[Records drawn from a dataset]
════════

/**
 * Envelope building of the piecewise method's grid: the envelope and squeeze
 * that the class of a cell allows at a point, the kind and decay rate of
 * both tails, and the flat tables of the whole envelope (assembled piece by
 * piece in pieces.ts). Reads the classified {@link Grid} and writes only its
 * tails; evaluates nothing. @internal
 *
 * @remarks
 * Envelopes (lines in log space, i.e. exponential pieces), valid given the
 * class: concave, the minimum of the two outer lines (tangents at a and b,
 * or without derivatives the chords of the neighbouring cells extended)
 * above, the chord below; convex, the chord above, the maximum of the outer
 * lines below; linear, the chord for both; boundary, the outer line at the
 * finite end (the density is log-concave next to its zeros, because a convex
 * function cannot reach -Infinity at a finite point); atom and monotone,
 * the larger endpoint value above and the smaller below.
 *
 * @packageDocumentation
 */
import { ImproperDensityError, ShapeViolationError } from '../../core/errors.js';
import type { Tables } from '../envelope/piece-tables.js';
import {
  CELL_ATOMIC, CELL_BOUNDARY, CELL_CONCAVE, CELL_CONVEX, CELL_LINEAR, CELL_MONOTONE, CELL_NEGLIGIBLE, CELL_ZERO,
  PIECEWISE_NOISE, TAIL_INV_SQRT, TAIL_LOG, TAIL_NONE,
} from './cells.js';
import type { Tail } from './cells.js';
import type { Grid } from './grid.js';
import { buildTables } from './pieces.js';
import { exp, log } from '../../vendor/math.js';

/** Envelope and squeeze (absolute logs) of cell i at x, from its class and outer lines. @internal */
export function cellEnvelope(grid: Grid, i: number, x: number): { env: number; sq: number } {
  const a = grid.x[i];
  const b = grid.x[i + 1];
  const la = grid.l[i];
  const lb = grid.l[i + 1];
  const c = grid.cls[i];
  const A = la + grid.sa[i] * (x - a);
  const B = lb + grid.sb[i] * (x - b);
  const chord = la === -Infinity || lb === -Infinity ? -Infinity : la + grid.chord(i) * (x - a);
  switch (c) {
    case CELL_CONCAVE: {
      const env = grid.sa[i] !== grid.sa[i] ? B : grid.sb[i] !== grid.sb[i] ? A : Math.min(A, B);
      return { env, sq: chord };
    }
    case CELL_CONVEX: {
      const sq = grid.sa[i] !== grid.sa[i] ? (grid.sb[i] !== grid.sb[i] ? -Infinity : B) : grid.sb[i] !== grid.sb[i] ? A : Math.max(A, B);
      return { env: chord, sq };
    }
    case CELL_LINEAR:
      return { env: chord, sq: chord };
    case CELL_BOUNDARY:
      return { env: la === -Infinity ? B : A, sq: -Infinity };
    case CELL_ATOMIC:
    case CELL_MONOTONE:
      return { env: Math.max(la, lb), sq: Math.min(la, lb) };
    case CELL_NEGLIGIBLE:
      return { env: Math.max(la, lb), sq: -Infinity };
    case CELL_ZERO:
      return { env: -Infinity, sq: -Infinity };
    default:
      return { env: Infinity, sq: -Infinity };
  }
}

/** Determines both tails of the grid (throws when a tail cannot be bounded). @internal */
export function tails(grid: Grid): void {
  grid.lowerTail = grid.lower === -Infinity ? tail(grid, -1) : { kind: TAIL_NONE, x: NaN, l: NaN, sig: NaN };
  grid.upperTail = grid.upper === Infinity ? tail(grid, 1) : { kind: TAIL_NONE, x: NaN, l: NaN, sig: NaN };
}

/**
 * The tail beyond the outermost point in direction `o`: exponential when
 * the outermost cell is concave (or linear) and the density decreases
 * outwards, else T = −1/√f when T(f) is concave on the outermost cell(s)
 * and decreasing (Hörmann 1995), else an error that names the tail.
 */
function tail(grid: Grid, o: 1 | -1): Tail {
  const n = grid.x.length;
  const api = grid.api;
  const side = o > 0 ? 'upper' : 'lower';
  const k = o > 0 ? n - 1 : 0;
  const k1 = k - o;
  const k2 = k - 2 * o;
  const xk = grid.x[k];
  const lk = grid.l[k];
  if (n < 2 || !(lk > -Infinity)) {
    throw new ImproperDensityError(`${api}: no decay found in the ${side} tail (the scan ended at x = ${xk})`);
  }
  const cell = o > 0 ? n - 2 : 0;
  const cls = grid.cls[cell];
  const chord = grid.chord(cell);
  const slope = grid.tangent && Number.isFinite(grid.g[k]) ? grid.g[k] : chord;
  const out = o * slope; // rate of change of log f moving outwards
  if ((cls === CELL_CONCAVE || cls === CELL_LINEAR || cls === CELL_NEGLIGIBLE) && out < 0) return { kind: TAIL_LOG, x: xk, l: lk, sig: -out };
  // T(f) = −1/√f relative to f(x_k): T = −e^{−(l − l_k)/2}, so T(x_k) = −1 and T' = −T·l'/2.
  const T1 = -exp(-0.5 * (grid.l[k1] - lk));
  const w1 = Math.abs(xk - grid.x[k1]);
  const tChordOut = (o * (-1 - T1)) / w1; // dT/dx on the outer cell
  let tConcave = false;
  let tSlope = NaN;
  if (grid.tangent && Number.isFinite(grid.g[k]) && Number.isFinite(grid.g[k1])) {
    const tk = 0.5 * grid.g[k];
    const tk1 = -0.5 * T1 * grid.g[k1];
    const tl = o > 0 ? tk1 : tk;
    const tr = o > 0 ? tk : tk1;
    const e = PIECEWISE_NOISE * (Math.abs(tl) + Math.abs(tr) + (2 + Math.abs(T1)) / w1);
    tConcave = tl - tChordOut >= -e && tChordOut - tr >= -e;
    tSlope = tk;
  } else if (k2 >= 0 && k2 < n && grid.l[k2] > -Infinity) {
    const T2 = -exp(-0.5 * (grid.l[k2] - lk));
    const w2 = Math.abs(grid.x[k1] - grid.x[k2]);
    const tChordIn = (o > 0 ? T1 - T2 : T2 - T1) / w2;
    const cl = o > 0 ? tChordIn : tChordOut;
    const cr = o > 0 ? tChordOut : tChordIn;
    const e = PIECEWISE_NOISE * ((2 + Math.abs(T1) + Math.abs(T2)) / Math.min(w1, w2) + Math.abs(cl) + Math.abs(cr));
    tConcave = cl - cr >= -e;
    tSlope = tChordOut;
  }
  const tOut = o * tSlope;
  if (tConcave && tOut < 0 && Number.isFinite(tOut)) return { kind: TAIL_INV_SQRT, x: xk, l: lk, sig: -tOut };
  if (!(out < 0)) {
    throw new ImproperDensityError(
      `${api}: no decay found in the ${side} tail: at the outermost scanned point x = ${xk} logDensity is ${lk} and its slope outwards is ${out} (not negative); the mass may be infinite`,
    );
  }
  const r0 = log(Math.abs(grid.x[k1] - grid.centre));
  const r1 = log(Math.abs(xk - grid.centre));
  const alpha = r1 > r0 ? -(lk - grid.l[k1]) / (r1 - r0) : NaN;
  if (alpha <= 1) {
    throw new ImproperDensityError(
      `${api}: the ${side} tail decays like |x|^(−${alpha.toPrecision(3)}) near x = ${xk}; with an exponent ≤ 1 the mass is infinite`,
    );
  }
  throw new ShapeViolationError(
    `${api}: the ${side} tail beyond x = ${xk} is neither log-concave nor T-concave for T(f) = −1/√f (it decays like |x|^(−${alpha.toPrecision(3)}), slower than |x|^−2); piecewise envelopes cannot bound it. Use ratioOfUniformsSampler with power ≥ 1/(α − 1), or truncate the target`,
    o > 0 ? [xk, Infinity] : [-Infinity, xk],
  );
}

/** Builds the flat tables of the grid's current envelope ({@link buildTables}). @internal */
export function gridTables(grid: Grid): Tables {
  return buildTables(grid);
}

════════

Working through the records above, copy each line in which "rate" is found.

> **Answer to this exercise**
 * that the class of a cell allows at a point, the kind and decay rate of
  const out = o * slope; // rate of change of log f moving outwards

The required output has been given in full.